90% é ubnt.... mais tem umas intelbras perdida pelo meio

----------


## sphreak

> na vdd tbm não vejo diferença ,,,, nao uso ligado , somente em PTP que esta em 40 mhz ...
> 
> 90% é ubnt.... mais tem umas intelbras perdida pelo meio


Com outros fabricantes misturados não da pra usar o Airmax. Em PTMP só uso 20Mhz pra preservar o espectro.

----------


## 1929

Caraca, nunca ouvi falar disso... os participantes dos foruns ou grupos que você andou pesquisando estão totalmente por fora do básico...

Airmax é um protocolo TDMA. O que ele faz é dividir o tempo de resposta para cada usuário, o que torna o cenário mais eficiente que o velho RTS/CTS.

20mhz /40mhz é a largura de banda de transmissão que o AP faz no canal selecionado. Muitos equipamentos podem selecionar entre 5mhz, 10mhz, 20mhz, 80mhz ou mais. 
Mas não pense que estes números são como nos motores de carro por exemplo, onde o sujeito quer mais potencia vai querer um carro 2.0 ou maior.
Esta largura de banda deve ser selecionada com critério para a finalidade correta.
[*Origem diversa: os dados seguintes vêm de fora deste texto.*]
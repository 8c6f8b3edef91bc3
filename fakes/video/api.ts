// The Mux Video API paths @mux/mux-node calls (uploads, assets, playback ids), in the hosted `{data: …}` envelopes.
import { createHash, timingSafeEqual } from "node:crypto";
import { rm } from "node:fs/promises";
import type { IncomingHttpHeaders } from "node:http";
import { parseJsonObject } from "../shared/control";
import type { JsonResponse } from "../shared/http";
import { deleteAsset, expireIfStale, persist, toMuxUpload, type FakeContext } from "./context";
import { injectedError, invalidParameter, MuxApiError, notFound } from "./errors";
import { newId } from "./store";
import type { MuxAsset, NewAssetSettings, StoredUpload } from "./types";

export type ApiRequest = { method: string; pathname: string; query: URLSearchParams; headers: IncomingHttpHeaders; body: Buffer };

// Limits the hosted API documents for `timeout` (seconds); 3600 is its default.
const TIMEOUT_DEFAULT = 3600;
const TIMEOUT_MIN = 60;
const TIMEOUT_MAX = 604800;

const digest = (value: string) => createHash("sha256").update(value).digest();

function authenticate(headers: IncomingHttpHeaders, credentials: FakeContext["credentials"]): void {
  const match = /^Basic\s+([A-Za-z0-9+/=]+)\s*$/i.exec(headers.authorization ?? "");
  const decoded = match?.[1] ? Buffer.from(match[1], "base64").toString("utf8") : "";
  const colon = decoded.indexOf(":");
  const [id, secret] = colon > 0 ? [decoded.slice(0, colon), decoded.slice(colon + 1)] : ["", ""];
  // Without configured credentials any non-empty pair passes, so `npm start` needs no set-up.
  const valid = credentials
    ? timingSafeEqual(digest(`${id}:${secret}`), digest(`${credentials.tokenId}:${credentials.tokenSecret}`))
    : id !== "" && secret !== "";
  if (!valid) throw new MuxApiError(401, "unauthorized", "Unauthorized request");
}

/** An empty body counts as `{}`. */
const parseJson = (body: Buffer): Record<string, unknown> => parseJsonObject(body, "{}", invalidParameter);

function policies(value: unknown, field: string): "public"[] {
  if (value === undefined) return [];
  if (!Array.isArray(value) || value.some((p) => typeof p !== "string")) throw invalidParameter(`${field} must be an array of strings.`);
  // Signed and DRM playback need token checks the fake does not do; refusing beats serving them openly.
  const other = value.find((p) => p !== "public");
  if (other !== undefined) throw invalidParameter(`${field}: the video fake supports only "public" playback, not "${String(other)}".`);
  return value as "public"[];
}

function parseSettings(raw: unknown): NewAssetSettings {
  if (raw === undefined) return {};
  if (typeof raw !== "object" || raw === null || Array.isArray(raw)) throw invalidParameter("new_asset_settings must be an object.");
  const s = raw as Record<string, unknown>;
  const settings: NewAssetSettings = {};
  // `playback_policy` is the deprecated spelling the SDK still types.
  const list = [...policies(s.playback_policies, "new_asset_settings.playback_policies"), ...policies(s.playback_policy, "new_asset_settings.playback_policy")];
  if (list.length > 0) settings.playback_policies = [...new Set(list)];
  if (s.passthrough !== undefined) {
    if (typeof s.passthrough !== "string" || s.passthrough.length > 255) throw invalidParameter("new_asset_settings.passthrough must be a string of at most 255 characters.");
    settings.passthrough = s.passthrough;
  }
  if (s.meta !== undefined) {
    const meta = s.meta as Record<string, unknown>;
    if (typeof meta !== "object" || meta === null || Object.values(meta).some((v) => typeof v !== "string")) throw invalidParameter("new_asset_settings.meta must map names to strings.");
    settings.meta = meta as Record<string, string>;
  }
  if (typeof s.video_quality === "string") settings.video_quality = s.video_quality;
  return settings;
}

async function createUpload(req: ApiRequest, ctx: FakeContext): Promise<JsonResponse> {
  const body = parseJson(req.body);
  const cors = body.cors_origin ?? "*";
  if (typeof cors !== "string") throw invalidParameter("cors_origin must be a string.");
  const timeout = body.timeout ?? TIMEOUT_DEFAULT;
  if (typeof timeout !== "number" || !Number.isInteger(timeout) || timeout < TIMEOUT_MIN || timeout > TIMEOUT_MAX) {
    throw invalidParameter(`timeout must be a whole number of seconds from ${TIMEOUT_MIN} to ${TIMEOUT_MAX}.`);
  }
  if (body.test !== undefined && typeof body.test !== "boolean") throw invalidParameter("test must be a boolean.");
  const upload: StoredUpload = {
    id: newId(),
    status: "waiting",
    cors_origin: cors,
    timeout,
    new_asset_settings: parseSettings(body.new_asset_settings),
    ...(body.test ? { test: true } : {}),
    token: newId(24),
    created_ms: Date.now(),
    total: null,
    received: 0,
  };
  ctx.store.uploads.set(upload.id, upload);
  await persist(ctx);
  return { status: 201, body: { data: toMuxUpload(ctx, upload) } };
}

/** `limit` (default 25, at most 100) and `page` (from 1), as the hosted lists take them. */
function paging(query: URLSearchParams): { limit: number; page: number } {
  const limit = Number(query.get("limit") ?? 25);
  const page = Number(query.get("page") ?? 1);
  if (!Number.isInteger(limit) || limit < 1 || limit > 100) throw invalidParameter("limit must be a whole number from 1 to 100.");
  if (!Number.isInteger(page) || page < 1) throw invalidParameter("page must be a whole number from 1.");
  return { limit, page };
}

/** Newest first. The SDK pages assets by cursor: ours is the id of the last asset of the previous page. */
function listAssets(req: ApiRequest, ctx: FakeContext): JsonResponse {
  const uploadId = req.query.get("upload_id");
  const all = [...ctx.store.assets.values()].reverse().filter((a) => uploadId === null || a.upload_id === uploadId);
  const { limit, page } = paging(req.query);
  const cursor = req.query.get("cursor");
  const from = cursor ? all.findIndex((a) => a.id === cursor) + 1 : (page - 1) * limit;
  if (cursor && from === 0) throw invalidParameter("cursor does not match any asset.");
  const data = all.slice(from, from + limit);
  const more = from + data.length < all.length;
  return { status: 200, body: { data, next_cursor: more ? (data.at(-1)?.id ?? null) : null } };
}

function findAsset(ctx: FakeContext, id: string): MuxAsset {
  const asset = ctx.store.assets.get(id);
  if (!asset) throw notFound("asset");
  return asset;
}

async function assetRoutes(req: ApiRequest, ctx: FakeContext, parts: string[]): Promise<JsonResponse> {
  const [assetId, sub, playbackId] = parts;
  if (assetId === undefined) {
    if (req.method === "GET") return listAssets(req, ctx);
    throw new MuxApiError(405, "method_not_allowed", "The video fake creates assets only from direct uploads.");
  }
  const asset = findAsset(ctx, assetId);
  if (sub === undefined) {
    if (req.method === "GET") return { status: 200, body: { data: asset } };
    if (req.method === "DELETE") {
      await deleteAsset(ctx, asset);
      return { status: 204, body: null };
    }
  }
  if (sub === "playback-ids" && playbackId === undefined && req.method === "POST") {
    const body = parseJson(req.body);
    const [policy] = policies([body.policy ?? "public"], "policy");
    const created = { id: newId(), policy: policy ?? "public" };
    asset.playback_ids.push(created);
    await persist(ctx);
    return { status: 201, body: { data: created } };
  }
  if (sub === "playback-ids" && playbackId !== undefined) {
    const found = asset.playback_ids.find((p) => p.id === playbackId);
    if (!found) throw notFound("playback ID");
    if (req.method === "GET") return { status: 200, body: { data: found } };
    if (req.method === "DELETE") {
      asset.playback_ids = asset.playback_ids.filter((p) => p !== found);
      await persist(ctx);
      return { status: 204, body: null };
    }
  }
  throw new MuxApiError(405, "method_not_allowed", `${req.method} is not supported on ${req.pathname}.`);
}

async function uploadRoutes(req: ApiRequest, ctx: FakeContext, parts: string[]): Promise<JsonResponse> {
  const [uploadId, action] = parts;
  if (uploadId === undefined) {
    if (req.method === "POST") return createUpload(req, ctx);
    if (req.method === "GET") {
      const uploads = [...ctx.store.uploads.values()].reverse();
      uploads.forEach((u) => expireIfStale(ctx, u));
      const { limit, page } = paging(req.query);
      return { status: 200, body: { data: uploads.slice((page - 1) * limit, page * limit).map((u) => toMuxUpload(ctx, u)) } };
    }
  } else {
    const upload = ctx.store.uploads.get(uploadId);
    if (!upload) throw notFound("upload");
    expireIfStale(ctx, upload);
    if (action === undefined && req.method === "GET") return { status: 200, body: { data: toMuxUpload(ctx, upload) } };
    if (action === "cancel" && req.method === "PUT") {
      if (upload.status !== "waiting") throw invalidParameter(`Only a waiting upload can be cancelled; this one is ${upload.status}.`);
      upload.status = "cancelled";
      await rm(ctx.store.sourcePath(upload.id), { force: true });
      await persist(ctx);
      ctx.webhooks.emit("video.upload.cancelled", { type: "upload", id: upload.id }, toMuxUpload(ctx, upload));
      return { status: 200, body: { data: toMuxUpload(ctx, upload) } };
    }
  }
  throw new MuxApiError(405, "method_not_allowed", `${req.method} is not supported on ${req.pathname}.`);
}

function playbackIdRoute(req: ApiRequest, ctx: FakeContext, playbackId: string): JsonResponse {
  if (req.method !== "GET") throw new MuxApiError(405, "method_not_allowed", `${req.method} is not supported on ${req.pathname}.`);
  const asset = ctx.store.assetByPlaybackId(playbackId);
  const found = asset?.playback_ids.find((p) => p.id === playbackId);
  if (!asset || !found) throw notFound("playback ID");
  return { status: 200, body: { data: { ...found, object: { type: "asset", id: asset.id } } } };
}

/** Never throws for API-level problems: they become Mux error envelopes. */
export async function handleApi(req: ApiRequest, ctx: FakeContext): Promise<JsonResponse> {
  try {
    const injected = ctx.apiFailures.take();
    if (injected) throw injectedError(injected.status, injected.message);
    authenticate(req.headers, ctx.credentials);
    const parts = req.pathname.split("/").slice(1).map((p) => decodeURIComponent(p));
    if (parts.some((p) => p === "")) throw notFound();
    const [product, version, collection, ...rest] = parts;
    if (product !== "video" || version !== "v1") throw notFound();
    if (collection === "uploads" && rest.length <= 2) return await uploadRoutes(req, ctx, rest);
    if (collection === "assets" && rest.length <= 3) return await assetRoutes(req, ctx, rest);
    if (collection === "playback-ids" && rest.length === 1 && rest[0] !== undefined) return playbackIdRoute(req, ctx, rest[0]);
    throw new MuxApiError(404, "not_found", `The video fake does not serve ${req.method} ${req.pathname}.`);
  } catch (error) {
    if (error instanceof MuxApiError) return error.toResponse();
    if (error instanceof URIError) return { status: 400, body: invalidParameter("The path is not valid URL encoding.").toBody() };
    console.error("video fake: unexpected API error", error);
    return { status: 500, body: new MuxApiError(500, "internal_error", "An internal error occurred.").toBody() };
  }
}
Não é necessário nem justo com a comunidade empreendedora local querer ocupar 40mhz de banda num canal só para passar mais banda para o cliente pois isso consome muito do espectro daquele canal gerando interferências indesejáveis para todo mundo inclusive para você mesmo em outros APs da sua rede. Com 20mhz atende perfeitamente. Deixa a seleção 40mhz para situações bem particulares como um ponto a ponto que precise passar muita banda, como um link por exemplo.

----------


## rubem

Se for pra inventar alguma coisa eu ia inventar que Airmax só funciona bem em 30MHz, porque muito PTP só fica ok com isso.

(Mas o motivo real geralmente é não pegar uma faixa de 10MHz poluída por perto, as vezes não tem uma brecha de 40MHz pra você usar, tem só 25-30MHz, mas 20MHz nem sempre passa todo o throughput necessário. Enfim, motivo pra usar 30MHz existe, mas só leigo ia achar que porque 3 ou 4 PTP's ficaram ok com 30MHz, o protocolo teria algo a ver com isso. Problema é que tem muito leigo nesse ramo...)

----------


## guiggoo

Eu aumento a faixa conforme precisa de banda . Ptp que passa pouco em 20mhz . Bastante em 40mhz .

Ptmp sempre em 20mhz . Mais tem alguns provedores aqui que usam 40 pra tudo . 

Qual a base do teste de velocidade ? Tipo deu 130 megas de transmissão. O que equivale a banda real ?

----------


## guiggoo

E qual seria o tipo de acerto do Air Max base/low/médium/high ? Pra que tipos de situação

----------


## sphreak

> E qual seria o tipo de acerto do Air Max base/low/médium/high ? Pra que tipos de situação

----------


## emilidani

> Pesquisei algumas vezes tanto no site quanto no boca boca , e a resposta é a mesma . Air Mac só tem ganho significativo se o Ap estiver em 40mhz .
> 
> Então , alguém sabe ou testou em campo isso ?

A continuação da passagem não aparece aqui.